#### What needs to be done
When a line of the entries contains the word "more", report that line.

(Collected data)
= Beginning of Section =
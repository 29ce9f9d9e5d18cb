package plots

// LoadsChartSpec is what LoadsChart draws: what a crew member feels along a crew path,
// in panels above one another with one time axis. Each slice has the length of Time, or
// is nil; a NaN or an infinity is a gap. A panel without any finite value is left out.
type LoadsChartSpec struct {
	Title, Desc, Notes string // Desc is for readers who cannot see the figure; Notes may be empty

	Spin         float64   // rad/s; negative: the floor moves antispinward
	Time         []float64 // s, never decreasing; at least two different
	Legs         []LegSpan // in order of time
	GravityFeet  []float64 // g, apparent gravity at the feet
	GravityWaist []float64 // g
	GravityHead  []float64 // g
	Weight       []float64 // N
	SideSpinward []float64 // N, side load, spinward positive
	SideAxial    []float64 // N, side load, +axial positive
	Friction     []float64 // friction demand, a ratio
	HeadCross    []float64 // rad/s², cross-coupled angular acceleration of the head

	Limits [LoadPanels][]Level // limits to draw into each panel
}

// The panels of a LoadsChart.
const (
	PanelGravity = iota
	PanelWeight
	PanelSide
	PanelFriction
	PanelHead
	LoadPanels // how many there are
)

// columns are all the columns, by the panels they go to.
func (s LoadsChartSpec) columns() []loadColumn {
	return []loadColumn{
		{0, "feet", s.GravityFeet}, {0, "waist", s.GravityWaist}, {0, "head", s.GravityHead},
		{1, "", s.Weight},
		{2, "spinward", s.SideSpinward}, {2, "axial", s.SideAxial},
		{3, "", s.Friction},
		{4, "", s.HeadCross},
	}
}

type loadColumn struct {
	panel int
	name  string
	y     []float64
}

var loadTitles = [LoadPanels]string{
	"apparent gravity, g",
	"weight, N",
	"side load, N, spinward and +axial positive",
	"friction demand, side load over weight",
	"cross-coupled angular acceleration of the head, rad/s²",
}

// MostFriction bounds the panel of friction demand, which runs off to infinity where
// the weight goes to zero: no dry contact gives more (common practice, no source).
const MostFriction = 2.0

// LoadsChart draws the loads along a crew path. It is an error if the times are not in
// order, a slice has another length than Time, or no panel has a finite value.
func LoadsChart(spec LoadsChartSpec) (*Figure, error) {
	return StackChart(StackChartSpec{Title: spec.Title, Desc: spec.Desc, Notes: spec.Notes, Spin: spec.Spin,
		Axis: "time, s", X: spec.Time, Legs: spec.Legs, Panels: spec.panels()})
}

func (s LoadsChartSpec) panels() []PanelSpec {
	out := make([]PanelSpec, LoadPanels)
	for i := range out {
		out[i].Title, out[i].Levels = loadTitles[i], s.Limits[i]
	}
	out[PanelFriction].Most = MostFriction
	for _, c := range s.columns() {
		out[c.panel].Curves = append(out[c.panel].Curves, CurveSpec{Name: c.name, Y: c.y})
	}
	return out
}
= End of Section =
= Beginning of Section =
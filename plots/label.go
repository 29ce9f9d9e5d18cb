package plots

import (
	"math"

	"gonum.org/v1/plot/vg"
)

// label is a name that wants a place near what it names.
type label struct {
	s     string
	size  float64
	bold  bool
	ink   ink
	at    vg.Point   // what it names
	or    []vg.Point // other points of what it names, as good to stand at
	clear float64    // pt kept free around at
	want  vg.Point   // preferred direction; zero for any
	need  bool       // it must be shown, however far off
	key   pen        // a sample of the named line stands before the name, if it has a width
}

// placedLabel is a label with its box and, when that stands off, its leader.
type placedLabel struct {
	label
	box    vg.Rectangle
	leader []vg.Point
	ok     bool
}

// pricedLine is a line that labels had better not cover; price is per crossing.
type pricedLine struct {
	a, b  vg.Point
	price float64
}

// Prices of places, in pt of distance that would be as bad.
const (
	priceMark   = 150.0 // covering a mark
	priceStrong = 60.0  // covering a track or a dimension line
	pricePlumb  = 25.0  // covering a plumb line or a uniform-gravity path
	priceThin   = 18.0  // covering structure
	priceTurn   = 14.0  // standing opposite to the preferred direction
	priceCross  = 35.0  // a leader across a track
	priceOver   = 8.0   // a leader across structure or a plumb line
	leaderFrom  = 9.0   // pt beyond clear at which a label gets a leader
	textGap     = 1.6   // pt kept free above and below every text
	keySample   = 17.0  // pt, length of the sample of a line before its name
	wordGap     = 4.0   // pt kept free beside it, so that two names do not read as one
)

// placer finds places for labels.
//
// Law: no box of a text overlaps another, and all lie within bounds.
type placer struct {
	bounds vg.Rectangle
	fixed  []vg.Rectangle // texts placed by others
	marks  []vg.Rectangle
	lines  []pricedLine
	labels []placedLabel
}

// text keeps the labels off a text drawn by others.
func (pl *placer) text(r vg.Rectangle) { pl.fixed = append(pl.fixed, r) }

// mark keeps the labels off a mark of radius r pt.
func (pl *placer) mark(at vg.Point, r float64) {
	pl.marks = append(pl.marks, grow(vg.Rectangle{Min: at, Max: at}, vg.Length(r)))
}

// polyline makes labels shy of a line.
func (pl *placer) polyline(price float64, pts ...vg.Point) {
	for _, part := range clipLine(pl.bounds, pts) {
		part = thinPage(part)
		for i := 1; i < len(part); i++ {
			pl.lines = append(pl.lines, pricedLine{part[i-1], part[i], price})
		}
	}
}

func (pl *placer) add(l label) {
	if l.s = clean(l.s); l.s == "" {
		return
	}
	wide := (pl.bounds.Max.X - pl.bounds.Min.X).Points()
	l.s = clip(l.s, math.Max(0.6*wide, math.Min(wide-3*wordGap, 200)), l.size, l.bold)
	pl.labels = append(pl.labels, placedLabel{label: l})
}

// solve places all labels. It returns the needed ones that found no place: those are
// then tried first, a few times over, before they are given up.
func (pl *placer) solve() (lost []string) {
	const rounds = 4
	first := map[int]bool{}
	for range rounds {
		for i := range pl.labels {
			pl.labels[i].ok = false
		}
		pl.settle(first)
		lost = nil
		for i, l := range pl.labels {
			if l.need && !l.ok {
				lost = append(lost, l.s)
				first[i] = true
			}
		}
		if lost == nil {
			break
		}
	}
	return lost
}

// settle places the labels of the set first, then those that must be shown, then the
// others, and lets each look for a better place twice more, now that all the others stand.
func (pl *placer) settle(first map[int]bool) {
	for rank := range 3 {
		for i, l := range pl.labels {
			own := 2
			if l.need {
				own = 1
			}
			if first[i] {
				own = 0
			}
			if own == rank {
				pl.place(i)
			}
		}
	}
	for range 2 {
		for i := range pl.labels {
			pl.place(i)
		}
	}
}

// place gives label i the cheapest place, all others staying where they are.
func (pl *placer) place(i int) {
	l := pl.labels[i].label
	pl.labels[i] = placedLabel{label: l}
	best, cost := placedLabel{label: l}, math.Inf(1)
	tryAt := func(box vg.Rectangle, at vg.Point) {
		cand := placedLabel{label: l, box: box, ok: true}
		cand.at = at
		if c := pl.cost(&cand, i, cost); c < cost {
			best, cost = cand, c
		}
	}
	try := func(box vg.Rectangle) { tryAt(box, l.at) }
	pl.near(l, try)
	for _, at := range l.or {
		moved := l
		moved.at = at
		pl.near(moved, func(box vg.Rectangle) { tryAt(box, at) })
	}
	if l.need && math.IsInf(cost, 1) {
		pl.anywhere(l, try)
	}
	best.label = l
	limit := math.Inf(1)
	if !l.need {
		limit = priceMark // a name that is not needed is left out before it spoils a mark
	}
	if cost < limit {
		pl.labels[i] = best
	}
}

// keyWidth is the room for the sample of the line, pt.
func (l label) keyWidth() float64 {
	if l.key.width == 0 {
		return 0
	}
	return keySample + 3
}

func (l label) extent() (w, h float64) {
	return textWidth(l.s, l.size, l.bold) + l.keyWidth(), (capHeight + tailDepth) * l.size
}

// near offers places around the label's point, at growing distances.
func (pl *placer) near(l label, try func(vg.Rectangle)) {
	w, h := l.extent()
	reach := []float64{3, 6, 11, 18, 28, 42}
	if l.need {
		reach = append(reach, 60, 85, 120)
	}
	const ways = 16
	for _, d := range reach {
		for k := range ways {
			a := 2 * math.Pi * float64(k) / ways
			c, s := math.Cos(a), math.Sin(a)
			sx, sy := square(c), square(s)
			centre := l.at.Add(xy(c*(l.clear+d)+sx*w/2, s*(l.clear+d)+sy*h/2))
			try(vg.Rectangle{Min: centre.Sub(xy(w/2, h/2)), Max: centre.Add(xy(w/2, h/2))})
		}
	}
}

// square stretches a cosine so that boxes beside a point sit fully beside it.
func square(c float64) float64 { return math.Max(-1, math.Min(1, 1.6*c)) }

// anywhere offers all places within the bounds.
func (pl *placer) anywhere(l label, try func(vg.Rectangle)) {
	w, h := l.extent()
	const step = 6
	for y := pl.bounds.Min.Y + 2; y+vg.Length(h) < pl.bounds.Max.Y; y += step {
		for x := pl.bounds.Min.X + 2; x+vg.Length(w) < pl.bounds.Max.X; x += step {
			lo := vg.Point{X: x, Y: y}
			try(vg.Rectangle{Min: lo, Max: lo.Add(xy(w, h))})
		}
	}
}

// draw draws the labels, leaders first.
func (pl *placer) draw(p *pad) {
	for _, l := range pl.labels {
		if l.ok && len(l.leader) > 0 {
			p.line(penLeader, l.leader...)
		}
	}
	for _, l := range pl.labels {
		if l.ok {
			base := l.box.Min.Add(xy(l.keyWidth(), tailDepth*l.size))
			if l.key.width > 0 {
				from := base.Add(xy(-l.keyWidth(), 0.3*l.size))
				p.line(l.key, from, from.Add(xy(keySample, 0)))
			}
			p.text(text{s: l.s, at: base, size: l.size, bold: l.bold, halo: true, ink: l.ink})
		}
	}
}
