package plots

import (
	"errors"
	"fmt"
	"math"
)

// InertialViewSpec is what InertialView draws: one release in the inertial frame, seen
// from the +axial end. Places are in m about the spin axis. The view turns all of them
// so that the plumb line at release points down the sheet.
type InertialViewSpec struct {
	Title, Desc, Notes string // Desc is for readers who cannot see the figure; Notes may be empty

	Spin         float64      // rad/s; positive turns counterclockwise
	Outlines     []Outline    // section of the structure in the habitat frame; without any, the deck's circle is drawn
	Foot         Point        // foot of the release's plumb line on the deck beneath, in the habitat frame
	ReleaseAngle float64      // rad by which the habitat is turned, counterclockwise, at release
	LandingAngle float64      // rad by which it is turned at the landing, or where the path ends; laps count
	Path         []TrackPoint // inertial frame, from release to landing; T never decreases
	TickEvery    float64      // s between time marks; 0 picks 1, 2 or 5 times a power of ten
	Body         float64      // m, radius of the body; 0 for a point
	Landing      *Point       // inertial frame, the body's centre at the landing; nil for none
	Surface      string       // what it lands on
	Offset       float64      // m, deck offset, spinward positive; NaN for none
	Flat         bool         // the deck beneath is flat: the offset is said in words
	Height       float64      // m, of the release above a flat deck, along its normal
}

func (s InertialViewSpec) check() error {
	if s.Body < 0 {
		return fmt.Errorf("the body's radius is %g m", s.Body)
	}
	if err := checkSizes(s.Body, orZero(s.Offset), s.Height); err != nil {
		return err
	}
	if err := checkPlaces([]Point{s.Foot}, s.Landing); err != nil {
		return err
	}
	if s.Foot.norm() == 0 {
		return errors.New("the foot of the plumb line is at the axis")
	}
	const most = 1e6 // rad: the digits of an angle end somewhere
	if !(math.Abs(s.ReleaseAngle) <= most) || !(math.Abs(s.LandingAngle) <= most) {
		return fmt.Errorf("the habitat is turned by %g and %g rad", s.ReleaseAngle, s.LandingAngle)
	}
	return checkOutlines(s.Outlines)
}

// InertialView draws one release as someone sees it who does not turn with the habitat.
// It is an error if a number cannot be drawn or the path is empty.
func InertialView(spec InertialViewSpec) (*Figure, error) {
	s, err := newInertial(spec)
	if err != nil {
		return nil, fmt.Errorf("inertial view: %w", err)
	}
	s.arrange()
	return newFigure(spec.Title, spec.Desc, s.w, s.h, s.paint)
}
= End of Section =
= Beginning of Section =
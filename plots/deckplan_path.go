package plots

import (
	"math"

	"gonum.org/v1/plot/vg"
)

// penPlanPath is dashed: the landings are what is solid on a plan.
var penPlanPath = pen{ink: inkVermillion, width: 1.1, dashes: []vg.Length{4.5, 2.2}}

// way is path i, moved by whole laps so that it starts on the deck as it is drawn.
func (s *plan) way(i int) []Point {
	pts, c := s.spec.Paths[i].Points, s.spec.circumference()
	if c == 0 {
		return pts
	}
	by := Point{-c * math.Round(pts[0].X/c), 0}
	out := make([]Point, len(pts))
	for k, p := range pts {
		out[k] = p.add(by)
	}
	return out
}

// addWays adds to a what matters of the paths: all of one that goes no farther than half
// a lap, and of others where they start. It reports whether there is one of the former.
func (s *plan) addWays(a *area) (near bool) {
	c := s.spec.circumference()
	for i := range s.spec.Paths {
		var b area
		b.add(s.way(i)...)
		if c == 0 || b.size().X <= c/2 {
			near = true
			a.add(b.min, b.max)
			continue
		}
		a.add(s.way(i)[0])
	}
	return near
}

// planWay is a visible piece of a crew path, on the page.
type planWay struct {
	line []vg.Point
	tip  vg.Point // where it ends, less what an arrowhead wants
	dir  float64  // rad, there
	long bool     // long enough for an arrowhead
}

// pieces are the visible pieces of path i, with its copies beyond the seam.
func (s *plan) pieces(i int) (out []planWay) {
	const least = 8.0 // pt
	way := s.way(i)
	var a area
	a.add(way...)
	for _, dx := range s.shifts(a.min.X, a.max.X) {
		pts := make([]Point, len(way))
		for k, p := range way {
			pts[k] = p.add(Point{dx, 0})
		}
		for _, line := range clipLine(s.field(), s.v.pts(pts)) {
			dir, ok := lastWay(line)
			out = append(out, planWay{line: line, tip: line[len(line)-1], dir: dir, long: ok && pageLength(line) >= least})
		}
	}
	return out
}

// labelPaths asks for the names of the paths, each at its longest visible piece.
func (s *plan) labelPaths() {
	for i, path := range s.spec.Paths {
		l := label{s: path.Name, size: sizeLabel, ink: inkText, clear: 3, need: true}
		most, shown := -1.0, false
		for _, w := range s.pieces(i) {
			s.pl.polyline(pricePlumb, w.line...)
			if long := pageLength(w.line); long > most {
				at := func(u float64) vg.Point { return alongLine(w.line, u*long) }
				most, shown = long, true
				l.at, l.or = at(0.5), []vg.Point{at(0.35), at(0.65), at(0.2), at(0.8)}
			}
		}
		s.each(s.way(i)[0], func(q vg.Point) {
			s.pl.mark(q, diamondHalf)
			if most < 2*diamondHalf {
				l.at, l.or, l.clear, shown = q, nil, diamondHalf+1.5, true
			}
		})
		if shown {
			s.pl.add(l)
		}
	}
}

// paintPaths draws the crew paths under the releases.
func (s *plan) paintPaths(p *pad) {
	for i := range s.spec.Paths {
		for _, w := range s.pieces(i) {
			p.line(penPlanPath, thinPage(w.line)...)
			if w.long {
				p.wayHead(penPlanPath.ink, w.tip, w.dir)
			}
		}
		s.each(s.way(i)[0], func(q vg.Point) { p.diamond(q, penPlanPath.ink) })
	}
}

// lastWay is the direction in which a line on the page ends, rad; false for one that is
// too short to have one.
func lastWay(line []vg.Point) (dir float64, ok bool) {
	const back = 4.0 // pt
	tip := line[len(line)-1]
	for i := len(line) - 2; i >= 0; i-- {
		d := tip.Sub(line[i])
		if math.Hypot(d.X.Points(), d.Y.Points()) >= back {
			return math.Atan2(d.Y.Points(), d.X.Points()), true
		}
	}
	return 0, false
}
= End of Section =
#### Answer to the problem
// the weight goes to zero: no dry contact gives more (common practice, no source).
// others, and lets each look for a better place twice more, now that all the others stand.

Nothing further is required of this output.